Stored data:
╔══

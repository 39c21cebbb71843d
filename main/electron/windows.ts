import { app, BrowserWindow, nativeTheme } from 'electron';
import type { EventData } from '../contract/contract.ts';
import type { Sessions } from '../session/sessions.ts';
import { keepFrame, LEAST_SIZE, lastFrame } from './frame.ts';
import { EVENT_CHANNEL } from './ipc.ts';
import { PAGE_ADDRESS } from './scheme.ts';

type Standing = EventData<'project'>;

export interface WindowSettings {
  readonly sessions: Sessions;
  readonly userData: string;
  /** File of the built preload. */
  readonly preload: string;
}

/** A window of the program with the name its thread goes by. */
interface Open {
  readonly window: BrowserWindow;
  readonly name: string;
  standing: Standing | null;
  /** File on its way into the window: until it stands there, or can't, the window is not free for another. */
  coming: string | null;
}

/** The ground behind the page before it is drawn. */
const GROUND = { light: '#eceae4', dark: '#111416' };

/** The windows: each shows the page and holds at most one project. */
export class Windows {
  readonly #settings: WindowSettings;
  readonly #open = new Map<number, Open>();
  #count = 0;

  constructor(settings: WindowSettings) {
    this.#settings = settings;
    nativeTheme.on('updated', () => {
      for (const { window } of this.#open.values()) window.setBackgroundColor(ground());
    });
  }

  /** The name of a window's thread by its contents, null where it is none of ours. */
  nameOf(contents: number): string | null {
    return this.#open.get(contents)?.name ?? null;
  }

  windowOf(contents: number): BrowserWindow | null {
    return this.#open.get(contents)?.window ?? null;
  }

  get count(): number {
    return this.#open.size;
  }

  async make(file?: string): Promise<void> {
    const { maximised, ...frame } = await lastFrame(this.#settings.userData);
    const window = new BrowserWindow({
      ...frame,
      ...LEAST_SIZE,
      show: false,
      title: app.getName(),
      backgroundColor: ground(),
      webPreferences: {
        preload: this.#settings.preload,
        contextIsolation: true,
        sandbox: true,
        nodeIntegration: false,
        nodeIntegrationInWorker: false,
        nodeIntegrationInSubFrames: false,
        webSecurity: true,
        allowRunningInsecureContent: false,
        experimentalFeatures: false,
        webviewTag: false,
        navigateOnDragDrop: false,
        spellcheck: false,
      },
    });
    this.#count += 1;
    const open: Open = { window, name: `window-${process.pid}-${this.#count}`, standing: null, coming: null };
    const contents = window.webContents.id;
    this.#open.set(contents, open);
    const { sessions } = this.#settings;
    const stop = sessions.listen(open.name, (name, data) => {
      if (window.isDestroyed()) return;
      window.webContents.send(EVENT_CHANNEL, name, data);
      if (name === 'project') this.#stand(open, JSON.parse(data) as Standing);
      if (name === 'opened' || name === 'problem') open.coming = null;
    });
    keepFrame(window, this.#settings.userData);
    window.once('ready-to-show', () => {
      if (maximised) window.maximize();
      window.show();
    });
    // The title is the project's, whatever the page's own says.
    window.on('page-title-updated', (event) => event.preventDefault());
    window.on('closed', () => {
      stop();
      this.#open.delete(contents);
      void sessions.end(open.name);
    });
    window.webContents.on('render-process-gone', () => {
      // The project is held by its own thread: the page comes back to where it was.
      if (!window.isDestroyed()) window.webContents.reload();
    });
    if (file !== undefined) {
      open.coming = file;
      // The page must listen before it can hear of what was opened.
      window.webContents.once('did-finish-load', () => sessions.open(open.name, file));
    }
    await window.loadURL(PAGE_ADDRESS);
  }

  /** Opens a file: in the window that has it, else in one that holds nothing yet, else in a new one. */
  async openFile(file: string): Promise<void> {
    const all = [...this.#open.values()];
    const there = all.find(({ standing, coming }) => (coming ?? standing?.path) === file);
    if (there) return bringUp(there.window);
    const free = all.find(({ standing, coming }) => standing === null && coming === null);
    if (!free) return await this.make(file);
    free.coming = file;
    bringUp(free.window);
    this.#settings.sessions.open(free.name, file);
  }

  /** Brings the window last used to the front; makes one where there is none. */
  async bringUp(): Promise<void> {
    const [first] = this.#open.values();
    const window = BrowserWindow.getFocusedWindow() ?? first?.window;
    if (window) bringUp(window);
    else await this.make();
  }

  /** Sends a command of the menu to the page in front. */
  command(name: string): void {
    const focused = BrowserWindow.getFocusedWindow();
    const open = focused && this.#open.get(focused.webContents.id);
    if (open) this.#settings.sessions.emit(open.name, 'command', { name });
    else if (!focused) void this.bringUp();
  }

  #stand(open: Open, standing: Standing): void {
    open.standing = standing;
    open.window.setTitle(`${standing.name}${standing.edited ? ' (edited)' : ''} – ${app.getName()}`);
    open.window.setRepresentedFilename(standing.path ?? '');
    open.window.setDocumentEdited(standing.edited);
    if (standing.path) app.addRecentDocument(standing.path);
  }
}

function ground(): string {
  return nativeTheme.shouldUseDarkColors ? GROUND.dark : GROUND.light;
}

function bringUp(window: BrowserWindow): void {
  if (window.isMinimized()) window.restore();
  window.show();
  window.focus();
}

╚══
╔══

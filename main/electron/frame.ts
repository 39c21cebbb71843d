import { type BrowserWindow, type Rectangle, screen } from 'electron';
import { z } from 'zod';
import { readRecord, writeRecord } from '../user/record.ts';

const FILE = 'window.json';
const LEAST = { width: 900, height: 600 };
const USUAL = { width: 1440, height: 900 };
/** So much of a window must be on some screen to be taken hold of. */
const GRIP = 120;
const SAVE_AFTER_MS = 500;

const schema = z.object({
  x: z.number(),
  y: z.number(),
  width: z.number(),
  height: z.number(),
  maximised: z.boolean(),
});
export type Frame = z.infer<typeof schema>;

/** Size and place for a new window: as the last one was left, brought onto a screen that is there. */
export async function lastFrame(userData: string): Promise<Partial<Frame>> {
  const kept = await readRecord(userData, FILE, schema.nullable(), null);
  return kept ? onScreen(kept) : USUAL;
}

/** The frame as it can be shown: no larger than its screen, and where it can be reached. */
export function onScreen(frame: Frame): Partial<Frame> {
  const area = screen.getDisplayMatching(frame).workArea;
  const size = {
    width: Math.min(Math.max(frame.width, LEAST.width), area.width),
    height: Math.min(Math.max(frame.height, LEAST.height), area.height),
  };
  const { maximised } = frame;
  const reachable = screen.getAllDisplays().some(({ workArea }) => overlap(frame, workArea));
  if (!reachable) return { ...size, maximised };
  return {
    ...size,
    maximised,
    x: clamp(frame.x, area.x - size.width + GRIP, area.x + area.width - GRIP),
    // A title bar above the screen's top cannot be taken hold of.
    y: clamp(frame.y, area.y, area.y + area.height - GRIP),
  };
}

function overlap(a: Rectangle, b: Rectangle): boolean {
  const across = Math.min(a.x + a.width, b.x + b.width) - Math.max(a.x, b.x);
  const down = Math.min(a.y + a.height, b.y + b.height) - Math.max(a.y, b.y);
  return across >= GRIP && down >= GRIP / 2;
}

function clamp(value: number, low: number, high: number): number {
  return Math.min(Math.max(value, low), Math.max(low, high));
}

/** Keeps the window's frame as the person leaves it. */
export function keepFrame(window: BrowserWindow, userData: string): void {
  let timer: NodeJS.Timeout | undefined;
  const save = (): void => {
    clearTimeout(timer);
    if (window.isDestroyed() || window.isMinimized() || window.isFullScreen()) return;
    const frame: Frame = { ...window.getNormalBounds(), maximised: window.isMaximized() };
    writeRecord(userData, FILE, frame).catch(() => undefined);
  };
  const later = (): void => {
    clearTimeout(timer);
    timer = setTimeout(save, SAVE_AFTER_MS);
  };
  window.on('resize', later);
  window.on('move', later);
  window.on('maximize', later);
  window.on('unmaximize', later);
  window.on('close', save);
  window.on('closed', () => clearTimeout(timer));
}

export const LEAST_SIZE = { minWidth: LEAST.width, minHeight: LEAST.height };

╚══
╔══

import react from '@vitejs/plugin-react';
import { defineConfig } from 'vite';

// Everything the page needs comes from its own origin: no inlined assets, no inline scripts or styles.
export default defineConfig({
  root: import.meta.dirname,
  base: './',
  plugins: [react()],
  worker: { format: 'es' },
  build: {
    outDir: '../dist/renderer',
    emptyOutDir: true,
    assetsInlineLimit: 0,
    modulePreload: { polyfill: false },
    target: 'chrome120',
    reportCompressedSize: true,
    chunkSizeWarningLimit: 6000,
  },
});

╚══

Problem:
When the line with "if (window.isDestroyed() ||" is reached in the data above, start copying there, and copy each line exactly until the line with "export const LEAST_SIZE" has been copied; copy nothing else.

Exercise solution:
    if (window.isDestroyed() || window.isMinimized() || window.isFullScreen()) return;
    const frame: Frame = { ...window.getNormalBounds(), maximised: window.isMaximized() };
    writeRecord(userData, FILE, frame).catch(() => undefined);
  };
  const later = (): void => {
    clearTimeout(timer);
    timer = setTimeout(save, SAVE_AFTER_MS);
  };
  window.on('resize', later);
  window.on('move', later);
  window.on('maximize', later);
  window.on('unmaximize', later);
  window.on('close', save);
  window.on('closed', () => clearTimeout(timer));
}

export const LEAST_SIZE = { minWidth: LEAST.width, minHeight: LEAST.height };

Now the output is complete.